New River Geological History

    Presently, the New River’s headwaters are at the eastern edge of the Blue Ridge province near Blowing Rock, North Carolina. It terminates at its junction with the Gauley River in West Virginia. These rivers flow together as the Kanawha River, which joins the Ohio River at Point Pleasant, West Virginia. The Ohio River is a tributary of the Mississippi River, which eventually discharges into the Gulf of Mexico.

    The New River may be one of the oldest rivers in North America. It may have been in its present course for at least 65 million years. In the geologic past, the New River was a much longer stream. Geologists have named it the Teays. It flowed through present-day central Ohio, Indiana, and Illinois before emptying into the Mississippi River. The last advance of Pleistocene continental glacial ice buried most of this river. At that time, the waters of the New were diverted into rivers (the present-day Ohio & Kanawha Rivers) created by the glaciers.

    The New River flows directly across the Appalachian Plateau, not around or from it as most other streams of this region do. The river had to exist before the mountains formed as it has carved through more than 10,000 ft. (about two miles) of their strata.
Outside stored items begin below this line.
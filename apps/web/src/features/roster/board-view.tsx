/**
 * The technician board: one row per technician, one column per day of the week (branch-local), each
 * cell the technician's load that day and their bookings as chips in start order. On a narrow
 * screen the same cells show one day at a time, technicians stacked, with a day pager.
 *
 * Drag a job from the unplaced work (or pick it with its handle, then choose a cell) to book it for
 * a technician and day; drag a chip to another cell to move it there at the same local time. Every
 * chip opens the booking's details (move, reassign, unbook). Arrow keys move between cells.
 */
import {
  useEffect,
  useEffectEvent,
  useLayoutEffect,
  useMemo,
  useRef,
  useState,
  type DragEvent,
  type KeyboardEvent,
  type ReactNode,
} from 'react';
import { AlertTriangle, CheckCircle2, ChevronLeft, ChevronRight, Droplet, Lock, Moon, Plus, ShieldAlert, Siren, X } from 'lucide-react';
import type { Booking, Technician, TechnicianDayLoad, WorkOrder } from '@coilpath/contract';
import { changedByLabel } from '@coilpath/contract/events';
import { priorityLabels, workOrderKindLabels, workOrderStateLabels } from '@coilpath/contract/vocabulary';
import { workOrderLabel } from '@coilpath/contract/work-orders';
import { Button } from '@/components/ui/button';
import {
  addDays,
  cellKey,
  DRAG_BOOKING,
  DRAG_WORK_ORDER,
  cellLabel,
  dayLong,
  dayShort,
  entryTime,
  gaugeText,
  loadState,
  offDayWord,
  monthName,
  tightMinutes,
  weekdayName,
  type BoardEntry,
  type LoadState,
} from './board';
import { formatMinutes } from '@/lib/format';
import { useChangedBy } from '@/lib/live-events';
import { colourOf, leakDeadline, TechSwatch } from './parts';
import { overrideSummary } from './rules';

/** Below this width (px) the board shows one day at a time. */
const PAGER_BELOW = 720;

export interface TechBoardProps {
  techs: Technician[];
  /** Monday to Sunday. */
  days: string[];
  /** The day the pager shows on a narrow screen (one of `days`). */
  day: string;
  today: string;
  timeZone: string;
  cells: Map<string, BoardEntry[]>;
  load: Map<string, TechnicianDayLoad> | undefined;
  /** A job picked from the unplaced work, waiting for a cell. */
  placing: WorkOrder | null;
  onOpen: (b: Booking) => void;
  /** Open a technician's day on the time grid. */
  onOpenDay: (techId: string, day: string) => void;
  /** Book a job (by id) for a technician and day: opens the booking form. */
  onPlace: (workOrderId: string, techId: string, day: string) => void;
  /** A chip dropped on another cell. */
  onMoveTo: (b: Booking, techId: string, day: string) => void;
  onPickDay: (day: string) => void;
  onCancelPlacing: () => void;
}

function useNarrow(ref: React.RefObject<HTMLElement | null>) {
  const [narrow, setNarrow] = useState(() => typeof window !== 'undefined' && window.innerWidth < 1024);
  useLayoutEffect(() => {
    const el = ref.current;
    if (!el) return;
    const measure = () => setNarrow(el.getBoundingClientRect().width < PAGER_BELOW);
    measure();
    const ro = new ResizeObserver(measure);
    ro.observe(el);
    return () => ro.disconnect();
  }, [ref]);
  return narrow;
}

const stateIcon: Record<LoadState, ReactNode> = {
  off: <Moon className="size-3.5 shrink-0 text-slate" aria-hidden="true" />,
  ok: <CheckCircle2 className="size-3.5 shrink-0 text-ok" aria-hidden="true" />,
  near: <AlertTriangle className="size-3.5 shrink-0 text-watch" aria-hidden="true" />,
  over: <AlertTriangle className="size-3.5 shrink-0 text-alarm" aria-hidden="true" />,
};

/**
 * The load of a cell at a glance: an icon, the booked time over the working time, a bar, and the word
 * "Over". The words are those of the cell's spoken name (label in name): "5 h 30 min" "of 8 h 30 min".
 */
function LoadLine({ l, wide }: { l: TechnicianDayLoad | undefined; wide?: boolean }) {
  if (!l) return <span className="text-slate">—</span>;
  const state = loadState(l);
  const off = l.capacityMinutes === 0;
  return (
    <span className="flex w-full flex-col gap-0.5">
      <span className={`flex items-start gap-1 ${wide ? 'flex-wrap' : ''}`}>
        <span className="mt-px">{stateIcon[state]}</span>
        {off && !l.bookedMinutes ? (
          <span className="text-slate">{gaugeText(l)}</span>
        ) : (
          <span className={`flex tabular ${wide ? 'flex-wrap gap-x-1' : 'flex-col'}`}>
            {/* The spaces keep the words apart for tools that read the text nodes one after another. */}
            <span className="font-semibold">{formatMinutes(l.bookedMinutes)}</span>{' '}
            <span className="text-slate">{off ? `on a ${offDayWord(l)}` : `of ${formatMinutes(l.capacityMinutes)}`}</span>
            {state === 'over' && (
              <>
                {' '}
                <strong className="font-semibold text-alarm">Over</strong>
              </>
            )}
            {state === 'near' && wide && (
              <>
                {' '}
                <span className="text-watch">Nearly full</span>
              </>
            )}
          </span>
        )}
      </span>
      {!off && <LoadBar l={l} />}
    </span>
  );
}

/** What a chip says to screen readers after its visible text (the visible text comes first: label in name). */
export function chipSuffix(e: BoardEntry, today: string, wide: boolean): string {
  const w = e.booking.workOrder;
  const leak = leakDeadline(w.leakRepairDueDate, today, e.start.date);
  const bits = [
    !wide && w.unitTag ? w.unitTag : null,
    w.priority === 'normal' || w.priority === 'low' ? `${priorityLabels[w.priority]} priority` : null,
    leak && leak.text !== leakBadge(leak) ? leak.text : null,
    // The badge says which rules; the reason and who are said here (shown in full in the details).
    overrideSummary(e.booking)?.sentence ?? null,
  ].filter(Boolean);
  return `${bits.length ? `, ${bits.join(', ')}` : ''}. Open to move, reassign or unbook.`;
}

/** A pause for screen readers between the parts of a chip (visible text stays contiguous). */
const Sep = () => <span className="sr-only">, </span>;

function leakBadge(leak: { overdue: boolean; text: string }): string {
  return leak.overdue ? 'Leak repair overdue' : leak.text;
}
    Today, most streams in the central Appalachians, southeast of the Appalachian Plateau, drain eastward to the Atlantic Ocean. Yet, evidence from Paleozoic rocks indicates that the sediments that constitute them were deposited by streams flowing to the northwest. How was the direction of stream flow reversed after the end of the late Paleozoic mountain-building? The concept of plate tectonics gives clues to the answer. The pulling apart of the North American Plate and the African Plate that occurred during the Mesozoic offers an explanation. When plates diverge, the crust near their margins usually subsides. This subsidence may explain how streams can reverse their direction of flow. The New River is the only river that still drains westward in this region. It cuts across three topographic/physiographic provinces of the Appalachians. It could be the oldest river system in North America with origins at the end of the Paleozoic Era.